## Stored data
──────────

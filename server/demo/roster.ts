import type { LineId, LotId, ProductId } from '../../core/record/part.ts';
import { dayMinutes, plantDay, type PlantDay } from './plant-day.ts';
import { usualProduct } from './stations.ts';

/** A line stands for `minutes` from minute `from` on. */
export interface Stop {
  readonly from: number;
  readonly minutes: number;
  readonly reason: string;
}

const lotMinutes = 120;
/** Lots end at odd hours, so that none ends at the handover of a shift. */
const lotOffset = 60;
const handovers = [6 * 60, 14 * 60, 22 * 60];
const breaks = [90, 9 * 60 + 30, 17 * 60 + 30];
/** Lines stand one after the other, never all at once. */
const delays: Readonly<Record<LineId, number>> = { A: 0, B: 8, K: 16 };

/** Time of the demo plant in whole minutes since midnight of its first day, which may be negative: what every line does in each. */
export class Roster {
  readonly #seed: number;
  readonly #days = new Map<number, PlantDay>();

  constructor(seed: number) {
    this.#seed = seed;
  }

  /** What happens on the day of a minute; before the first day nothing does. */
  dayOf(minute: number): PlantDay {
    const day = Math.floor(minute / dayMinutes);
    let known = this.#days.get(day);
    if (known === undefined) {
      known = day < 0 ? quietDay : plantDay(this.#seed, day);
      this.#days.set(day, known);
      this.#days.delete(day - 2); // Nobody asks for the day before yesterday.
    }
    return known;
  }

  /** The stop a line stands in during a minute, if it does. */
  stopAt(line: LineId, minute: number): Stop | undefined {
    return this.#stops(line, minute).find(({ from, minutes }) => from <= minute && minute < from + minutes);
  }

  productAt(line: LineId, minute: number): ProductId {
    const ofDay = minute - dayStart(minute);
    let product = usualProduct(line);
    for (const change of this.dayOf(minute).changeovers) if (change.line === line && change.at <= ofDay) product = change.product;
    return product;
  }

  /** Minute in which the lot of a minute began. */
  lotStart(minute: number): number {
    return Math.floor((minute - lotOffset) / lotMinutes) * lotMinutes + lotOffset;
  }

  /** Named after line, day and hour: A-3-0700. */
  lotAt(line: LineId, minute: number): LotId {
    const start = this.lotStart(minute);
    const hour = (start - dayStart(start)) / 60;
    return `${line}-${Math.floor(start / dayMinutes) + 1}-${String(hour).padStart(2, '0')}00`;
  }

  /** Minutes of the lot of a minute in which the line runs. */
  lotRunningMinutes(line: LineId, minute: number): number {
    const start = this.lotStart(minute);
    let running = 0;
    for (let at = start; at < start + lotMinutes; at += 1) if (this.stopAt(line, at) === undefined) running += 1;
    return running;
  }

  #stops(line: LineId, minute: number): Stop[] {
    const start = dayStart(minute);
    const delay = start + (delays[line] ?? 0);
    return [
      ...handovers.map((at) => ({ from: delay + at, minutes: 4, reason: 'Handover of the shift' })),
      ...breaks.map((at) => ({ from: delay + at, minutes: 15, reason: 'Break' })),
      ...this.dayOf(minute).changeovers.filter((change) => change.line === line)
        .map(({ at, product }) => ({ from: start + at, minutes: 12, reason: `Changeover to ${product}` })),
    ];
  }
}

const quietDay: PlantDay = { troubles: [], silences: [], losses: [], changeovers: [] };

/** Midnight before a minute. */
export const dayStart = (minute: number): number => Math.floor(minute / dayMinutes) * dayMinutes;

──────────

## Problem to work on
Please print the records above exactly, leaving nothing out.

## Answer for the task
filename server/demo/roster.ts
import type { LineId, LotId, ProductId } from '../../core/record/part.ts';
import { dayMinutes, plantDay, type PlantDay } from './plant-day.ts';
import { usualProduct } from './stations.ts';

/** A line stands for `minutes` from minute `from` on. */
export interface Stop {
  readonly from: number;
  readonly minutes: number;
  readonly reason: string;
}

const lotMinutes = 120;
/** Lots end at odd hours, so that none ends at the handover of a shift. */
const lotOffset = 60;
const handovers = [6 * 60, 14 * 60, 22 * 60];
const breaks = [90, 9 * 60 + 30, 17 * 60 + 30];
/** Lines stand one after the other, never all at once. */
const delays: Readonly<Record<LineId, number>> = { A: 0, B: 8, K: 16 };

/** Time of the demo plant in whole minutes since midnight of its first day, which may be negative: what every line does in each. */
export class Roster {
  readonly #seed: number;
  readonly #days = new Map<number, PlantDay>();

  constructor(seed: number) {
    this.#seed = seed;
  }

  /** What happens on the day of a minute; before the first day nothing does. */
  dayOf(minute: number): PlantDay {
    const day = Math.floor(minute / dayMinutes);
    let known = this.#days.get(day);
    if (known === undefined) {
      known = day < 0 ? quietDay : plantDay(this.#seed, day);
      this.#days.set(day, known);
      this.#days.delete(day - 2); // Nobody asks for the day before yesterday.
    }
    return known;
  }

  /** The stop a line stands in during a minute, if it does. */
  stopAt(line: LineId, minute: number): Stop | undefined {
    return this.#stops(line, minute).find(({ from, minutes }) => from <= minute && minute < from + minutes);
  }

  productAt(line: LineId, minute: number): ProductId {
    const ofDay = minute - dayStart(minute);
    let product = usualProduct(line);
    for (const change of this.dayOf(minute).changeovers) if (change.line === line && change.at <= ofDay) product = change.product;
    return product;
  }

  /** Minute in which the lot of a minute began. */
  lotStart(minute: number): number {
    return Math.floor((minute - lotOffset) / lotMinutes) * lotMinutes + lotOffset;
  }

  /** Named after line, day and hour: A-3-0700. */
  lotAt(line: LineId, minute: number): LotId {
    const start = this.lotStart(minute);
    const hour = (start - dayStart(start)) / 60;
    return `${line}-${Math.floor(start / dayMinutes) + 1}-${String(hour).padStart(2, '0')}00`;
  }

  /** Minutes of the lot of a minute in which the line runs. */
  lotRunningMinutes(line: LineId, minute: number): number {
    const start = this.lotStart(minute);
    let running = 0;
    for (let at = start; at < start + lotMinutes; at += 1) if (this.stopAt(line, at) === undefined) running += 1;
    return running;
  }

  #stops(line: LineId, minute: number): Stop[] {
    const start = dayStart(minute);
    const delay = start + (delays[line] ?? 0);
    return [
      ...handovers.map((at) => ({ from: delay + at, minutes: 4, reason: 'Handover of the shift' })),
      ...breaks.map((at) => ({ from: delay + at, minutes: 15, reason: 'Break' })),
      ...this.dayOf(minute).changeovers.filter((change) => change.line === line)
        .map(({ at, product }) => ({ from: start + at, minutes: 12, reason: `Changeover to ${product}` })),
    ];
  }
}

const quietDay: PlantDay = { troubles: [], silences: [], losses: [], changeovers: [] };

/** Midnight before a minute. */
export const dayStart = (minute: number): number => Math.floor(minute / dayMinutes) * dayMinutes;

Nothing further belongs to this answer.